Closer to the capital city of Reykjavic, at the base of the Reykjanes Peninsula on the south coast, lies Thorli. Thorli is one of Iceland’s more popular surf spots, which still makes it empty by most surfers’ standards. It is a right hand point that can handle bigger swells and offers up some workable walls and long rides, rarely sectioning or closing out. It also benefits from having a deep, defined, channel to paddle out through which makes it a tempting option if you don’t fancy duck diving repeatedly in cold water. On the other side of the harbour is a long black sand beach that offers multiple peaks, however here you will have to do lots of duck diving. Thorli beach breaks on any swell with some south in it, however is reputed to be rarely as good as it appears. From Thorli the coast of mainland Iceland heads almost a hundred miles southeast towards the island’s southernmost tip at Vik, a black sand beach with an offshore submarine canyon that focuses swell in its direction. There are many, many, surf spots in Iceland and the ones covered above are all within a stone’s throw of the capital city and the airport. There’s plenty to be found further afield on the island’s coastlines, and if you’re keen for an exploratory adventure then hooking up with a guide company such as the guys at Arctic Surfers to explore both the Reykjanes Peninsula and the coastline beyond it is a very wise move. In an environment as dynamic as Iceland’s, the key to scoring the best waves is not so much knowing where the surf spots are, but more when the best time to be there is – and that is really only the sort of knowledge that you get by checking and surfing these breaks repeatedly over the course of many years.
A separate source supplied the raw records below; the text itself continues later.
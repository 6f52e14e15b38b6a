import { createHash } from 'node:crypto'
import fs from 'node:fs'
import { join } from 'node:path'
import type { Endpoint, InputOf, ReplyOf } from '../../shared/contract/endpoint.ts'
import type { Io } from '../io.ts'
import { makeFolder, putDown } from './disk.ts'

/** What a station needs to go on without the server, as it last answered: revisions, lots, instruments, the key. */
const kept: readonly string[] = ['readRevision', 'listLots', 'listInstruments', 'readLedgerKey']

export type AnswerCache = {
  keeps: (endpoint: Endpoint) => boolean
  read: <E extends Endpoint>(endpoint: E, input: InputOf<E>) => { reply: ReplyOf<E>; ageMs: number } | null
  write: <E extends Endpoint>(endpoint: E, input: InputOf<E>, reply: ReplyOf<E>) => void
}

/** The folder of the XDG base directory specification, or its default; relative ones are ignored as it says. */
export function cacheFolder(env: Io['env']): string {
  const { XDG_CACHE_HOME: given, HOME: home = '' } = env
  return `${given?.startsWith('/') ? given : `${home}/.cache`}/ogee`
}

/** Answers of one server, a file each. A file that cannot be written or read costs the way without the server only. */
export function answerCache(io: Pick<Io, 'env' | 'now'>, url: string): AnswerCache {
  const folder = join(cacheFolder(io.env), new URL(url).host.replaceAll(/[^A-Za-z0-9.-]/g, '_'))
  const fileOf = (endpoint: Endpoint, input: unknown) => {
    const name = createHash('sha256')
      .update(JSON.stringify([url, input]))
      .digest('hex')
      .slice(0, 32)
    return join(folder, `${endpoint.id}-${name}.json`)
  }
  /** What this process has read or written: a batch asks the same for each unit. */
  const known = new Map<string, { reply: unknown; atMs: number }>()
  return {
    keeps: (endpoint) => kept.includes(endpoint.id),
    read: (endpoint, input) => {
      const file = fileOf(endpoint, input)
      try {
        const found = known.get(file) ?? readFile(endpoint, file)
        if (found === null) return null
        known.set(file, found)
        return { reply: found.reply as ReplyOf<typeof endpoint>, ageMs: io.now() - found.atMs }
      } catch {
        return null
      }
    },
    write: (endpoint, input, reply) => {
      const file = fileOf(endpoint, input)
      known.set(file, { reply, atMs: io.now() })
      try {
        makeFolder(folder)
        putDown(file, JSON.stringify({ reply }), folder)
      } catch {
        // Recording goes on; without the server this answer will be missing, and that is said then.
      }
    },
  }
}

function readFile(endpoint: Endpoint, file: string): { reply: unknown; atMs: number } | null {
  const { reply } = JSON.parse(fs.readFileSync(file, 'utf8')) as { reply: unknown }
  const isGood = endpoint.reply.schema.safeParse(reply).success
  return isGood ? { reply, atMs: fs.statSync(file).mtimeMs } : null
}
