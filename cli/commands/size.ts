import { sizeExit } from '../../shared/contract/exit.ts'
import { verdictSentences, verdictWords } from '../../shared/design-words/verdict-sentences.ts'
import { sizeDesign } from '../../shared/solver/sizing/size.ts'
import type { AdjusterSize, SizeResult } from '../../shared/solver/sizing/types.ts'
import type { Adjuster, PerAdjuster } from '../../shared/solver/types.ts'
import { type Command, type Context, everyFormat, type Given } from '../command.ts'
import { readDesign } from '../design-file.ts'
import { readMeasuredUnits } from '../measured-units.ts'
import { designFileOption, rangeOption } from '../measurement-options.ts'
import { text } from '../option-values.ts'
import { print } from '../output.ts'
import { ascii, decimals, lsb, ppm, volts } from '../quantities.ts'
import { pairs, textTable } from '../table.ts'

type Options = { design: string; range: string | undefined; points: readonly string[] }

export const sizeCommand: Command<Options> = {
  about:
    'What the error budget demands of each adjuster, against what the design has. With --points the extents\n' +
    'come from measured units in the place of the initial lines (mean and spread by the tolerance factor for\n' +
    '99 % of units with 95 % confidence). Ends with 10 when short of reach, with 11 when too coarse.',
  options: [
    designFileOption,
    rangeOption,
    { flags: '--points <file...>', says: 'points CSV of measured units, two or more', completes: 'file' },
  ],
  formats: everyFormat,
  examples: [
    {
      run: 'ogee size --design design.json',
      says: 'Bits, reach and step of both adjusters, and the residual.',
    },
    {
      run: 'ogee size --design design.json --range u10 --format csv',
      says: 'The same for one of several ranges, a row an adjuster.',
    },
  ],
  read: ({ options }: Given) => ({
    design: text(options.design) ?? '',
    range: text(options.range),
    points: Array.isArray(options.points) ? options.points : [],
  }),
  run: size,
}

async function size(options: Options, context: Context): Promise<number> {
  const design = await readDesign(context.io, options.design)
  const { points, range } = options
  const measuredUnits =
    points.length === 0 ? undefined : await readMeasuredUnits(context.io, points, design, range)
  const document = sizeDesign(design, { rangeId: range, measuredUnits })
  await print(
    {
      json: document,
      table: () => sizeTable(design, document),
      csv: { heads: csvHeads, rows: presentOf(document).map(([which, adjuster]) => csvRow(which, adjuster)) },
    },
    context,
  )
  return sizeExit[document.verdict]
}

function presentOf({ adjusters }: SizeResult): ['gain' | 'offset', AdjusterSize][] {
  return (['gain', 'offset'] as const).flatMap((which): ['gain' | 'offset', AdjusterSize][] => {
    const adjuster = adjusters[which]
    return adjuster ? [[which, adjuster]] : []
  })
}

function sizeTable(design: { adjusters: PerAdjuster<Adjuster> }, document: SizeResult): string {
  const { residual, passes, extents } = document
  const sentences = verdictSentences(design, document).map(
    ({ headline, plain, remedy }): [string, string] => [
      headline,
      ascii(remedy === null ? plain : `${plain} ${remedy}`),
    ],
  )
  const limits: [string, string][] = [
    ['Range', document.range],
    ['Target', `${volts(document.targetV)}, ${lsb(document.targetV / document.lsbV)}`],
    ['Gain extent', `${ppm(extents.gain.centrePpm)} ± ${ppm(extents.gain.usedPpm)}`],
    ['Offset extent', `${volts(extents.offset.centreV)} ± ${volts(extents.offset.usedV)}`],
  ]
  const end: [string, string][] = [
    ['Passes, effect as stated', passText(passes.withNominalEffect)],
    ['Passes, effect learned', passText(passes.withMeasuredEffect)],
    ...document.remarks.map(({ path, message }): [string, string] => [path, message]),
  ]
  return [pairs(sentences), pairs(limits), demandTable(document), residualTable(residual), pairs(end)].join(
    '\n',
  )
}

const passText = (passes: number | null) => (passes === null ? 'over 9' : String(passes))

function demandTable(document: SizeResult): string {
  return textTable(
    ['', 'Needs', 'Bits', 'Step allowed', 'Has', 'Bits', 'Step', 'Reach', 'Step margin', 'Verdict'].map(
      (head, i) => ({
        head,
        right: i > 0 && i < 9,
      }),
    ),
    presentOf(document).map(([which, a]) => [
      which,
      `${volts(a.requiredLowV)} to ${volts(a.requiredHighV)}`,
      a.requiredBits,
      volts(a.requiredStepV),
      `${volts(a.available.lowV)} to ${volts(a.available.highV)}`,
      a.available.bits,
      volts(a.available.stepV),
      a.reachSpareBits === null ? null : `${decimals(a.reachSpareBits, 2)} bits`,
      `${decimals(a.stepSpareBits, 2)} bits`,
      verdictWords[a.verdict],
    ]),
  )
}

/** The largest dozen; a budget may hold ten thousand. */
const shownLines = 12

function residualTable(residual: SizeResult['residual']): string {
  const rest = residual.lines.slice(shownLines)
  const sum = (pick: 'worstV' | 'worstLsb' | 'worstPpm') =>
    rest.reduce((total, line) => total + line[pick], 0)
  const rows = residual.lines
    .slice(0, shownLines)
    .map((line) => [line.name, volts(line.worstV), decimals(line.worstLsb, 3), decimals(line.worstPpm, 3)])
  if (rest.length > 0) {
    const name = `${rest.length} smaller lines`
    rows.push([name, volts(sum('worstV')), decimals(sum('worstLsb'), 3), decimals(sum('worstPpm'), 3)])
  }
  rows.push(
    [
      'Worst case, sum',
      volts(residual.worstCaseV),
      decimals(residual.worstCaseLsb, 3),
      decimals(residual.worstCasePpm, 3),
    ],
    ['Root sum square', volts(residual.rssV), decimals(residual.rssLsb, 3), decimals(residual.rssPpm, 3)],
  )
  const heads = [`Residual at ${volts(residual.atV, 5)}`, 'Worst', 'LSB', 'ppm']
  return textTable(
    heads.map((head, i) => ({ head, right: i > 0 })),
    rows,
  )
}

const csvHeads = [
  'adjuster',
  'verdict',
  'required_low_v',
  'required_high_v',
  'required_step_v',
  'required_bits',
  'available_low_v',
  'available_high_v',
  'available_step_v',
  'available_bits',
  'reach_margin',
  'step_margin',
  'spare_bits',
]

function csvRow(which: string, a: AdjusterSize) {
  return [
    which,
    a.verdict,
    a.requiredLowV,
    a.requiredHighV,
    a.requiredStepV,
    a.requiredBits,
    a.available.lowV,
    a.available.highV,
    a.available.stepV,
    a.available.bits,
    a.reachMargin,
    a.stepMargin,
    a.spareBits,
  ]
}
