import { type Connection, createConnection } from 'mariadb'
import { inject } from 'vitest'
import { loadDemo } from '../../server/demo/load-demo.ts'
import { fillRecords } from '../bench/fill/fill.ts'
import type { Harness } from './server-harness.ts'

/** Puts the demo and further records, told from it, into the database of a test. */
export async function fillHarness(harness: Harness, count: number, seed: number): Promise<void> {
  await loadDemo({ ...harness.deps, notifyLedger: () => undefined }, harness.dir, () => undefined)
  await harness.sequencer.drain()
  const asRoot = (): Promise<Connection> =>
    createConnection({
      socketPath: inject('mariadbSocket'),
      user: 'root',
      database: harness.test.name,
      permitLocalInfile: true,
    })
  const roots = [await asRoot(), await asRoot()] as const
  await fillRecords({ roots, signer: harness.deps.signer, count, seed, end: new Date() })
  for (const root of roots) await root.end()
}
arctic surfers ready for adventure with a pick up truck full of surfboards, tents and kayaksArctic Surfers exploring the coastline of Iceland looking for waves and adventure.  Photograph by Elli Thor Magnusson.
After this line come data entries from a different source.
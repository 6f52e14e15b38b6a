import { expect } from 'vitest'
import type { RevisionSummary } from '../../shared/contract/revisions.ts'
import { type As, api } from './server-client.ts'
import { unipolar } from './server-factories.ts'

/** Calls about revisions as a page or a script makes them; each gives status and body. */
export type Reply = {
  status: number
  body: Record<string, unknown> & { code?: string }
  etag: string | undefined
}
type Verb = 'get' | 'post' | 'put'

export function revisionCalls(url: string) {
  const send = async (verb: Verb, path: string, as: As, ifMatch: string | null, body?: object) => {
    const headers: Record<string, string> = ifMatch === null ? {} : { 'If-Match': ifMatch }
    const asked = api(url, verb, `/designs/${path}`, { ...as, headers })
    const { status, body: replied, headers: got } = await (body ? asked.send(body) : asked)
    return { status, body: replied, etag: got.etag } as Reply
  }
  const at = (key: string, number: number | string, rest = '') => `${key}/revisions/${number}${rest}`
  return {
    send,
    read: (as: As, key: string, number: number | string) => send('get', at(key, number), as, null),
    start: (as: As, key: string, body: object) => send('post', `${key}/revisions`, as, null, body),
    save: (as: As, key: string, number: number, ifMatch: string | null, document: unknown) =>
      send('put', at(key, number), as, ifMatch, { document }),
    submit: (as: As, key: string, number: number, ifMatch: string | null = '*') =>
      send('post', at(key, number, '/review'), as, ifMatch),
    giveBack: (as: As, key: string, number: number, ifMatch: string | null = '*', reason = goodReason) =>
      send('post', at(key, number, '/return'), as, ifMatch, { reason }),
    release: (as: As, key: string, number: number, ifMatch: string | null = '*') =>
      send('post', at(key, number, '/release'), as, ifMatch),
    withdraw: (as: As, key: string, number: number, ifMatch: string | null = '*', reason = goodReason) =>
      send('post', at(key, number, '/withdrawal'), as, ifMatch, { reason }),
  }
}
export type Calls = ReturnType<typeof revisionCalls>

export const goodReason = 'Said in more than ten characters'
export const titled = (title: string) => unipolar({ title })

/** Creates a design by the interface; its revision 1 is a draft of whoever asked. */
export async function createBy(url: string, as: As, key: string, document: unknown = unipolar()) {
  const reply = await api(url, 'post', '/designs', as).send({ key, document })
  expect(reply.status, JSON.stringify(reply.body).slice(0, 300)).toBe(201)
  return reply.body.revisions[0] as RevisionSummary
}
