import { verdictExit } from '../../shared/contract/exit.ts'
import { OgeeError } from '../../shared/errors.ts'
import { computeCodes } from '../../shared/solver/codes.ts'
import { type Applied, readApplied } from '../applied.ts'
import { codesRendering } from '../codes-rendering.ts'
import { type Command, type Context, everyFormat, type Given } from '../command.ts'
import { readDesign } from '../design-file.ts'
import { readMeasurement } from '../measurement.ts'
import {
  appliedOption,
  designFileOption,
  effectsOption,
  pointsAbout,
  pointsOption,
  rangeOption,
} from '../measurement-options.ts'
import { text } from '../option-values.ts'
import { print, sayCaution } from '../output.ts'

type Options = {
  design: string
  points: string
  range: string | undefined
  applied: Applied | undefined
  /** A record or an `ogee.codes/1` of the pass before, from which the effects are learned. */
  previous: string | undefined
}

export const codesCommand: Command<Options> = {
  about: `${pointsAbout}\nNothing is recorded; \`ogee trim\` records.`,
  options: [
    designFileOption,
    pointsOption,
    rangeOption,
    appliedOption,
    effectsOption,
    {
      flags: '--previous <file>',
      says: 'result or record of the pass before, for --effects learned',
      completes: 'file',
    },
  ],
  formats: everyFormat,
  examples: [
    {
      run: 'ogee codes --design design.json --points points.csv',
      says: 'Codes of a unit with nothing loaded.',
    },
    {
      run: 'ogee codes --design design.json --points points.csv --applied gain=2593,offset=2048 --format json',
      says: 'A second pass, measured with the first codes loaded.',
    },
  ],
  read: readCodes,
  run: codes,
}

function readCodes({ options }: Given): Options {
  const applied = text(options.applied)
  const previous = text(options.previous)
  const isLearned = options.effects === 'learned'
  if (isLearned !== (previous !== undefined)) {
    throw new OgeeError(
      'usage',
      '--effects learned and --previous go together: the one learns from the other.',
    )
  }
  return {
    design: text(options.design) ?? '',
    points: text(options.points) ?? '',
    range: text(options.range),
    applied: applied === undefined ? undefined : readApplied(applied),
    previous,
  }
}

async function codes(options: Options, context: Context): Promise<number> {
  const { io } = context
  const design = await readDesign(io, options.design)
  const measured = await readMeasurement(io, options.points, options)
  const document = computeCodes(design, measured.points, {
    rangeId: measured.range,
    applied: measured.applied,
    sharedPoints: measured.otherRanges,
    ...(options.previous ? { learned: await previousPass(options.previous) } : {}),
  })
  await print(codesRendering(document, design.target.residual), context)
  if (document.trim.codes) sayCaution(context)
  return verdictExit[document.trim.verdict]
}

/** Loaded only when asked for: it brings the schemas of results with it. */
async function previousPass(path: string) {
  const { readPrevious } = await import('../previous.ts')
  return await readPrevious(path)
}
With a coastline open to swells from every angle, Iceland is an island of options. It’s unlikely to be a surf trip with a high return rate in terms of perfect waves and barrels, but what it lacks in palm trees and evening glass-offs it makes up for with a spirit of adventure and unique, primeval, landscapes. Rumors that you’ll have to spend your life savings in order to buy a beer on a night out are a slight stretch of the truth, but it certainly isn’t a particularly budget surf trip. It will involve plenty of driving in search of waves and most likely the discomfort of pulling on a cold, wet, wetsuit, however the scenery whilst driving is spectacular and the result of having to clad yourself in thick neoprene is returning home with stories of surfing uncrowded waves in Iceland – Iceland!    


WHERE:         Reykjavic (KEF)

WHEN:           Late spring or early fall.

WHY:              The opportunity for uncrowded surf exploration in a wilderness environment.

HOW:             Shortboard, plus a higher volume board.   Hooded winter wetsuit, booties and gloves.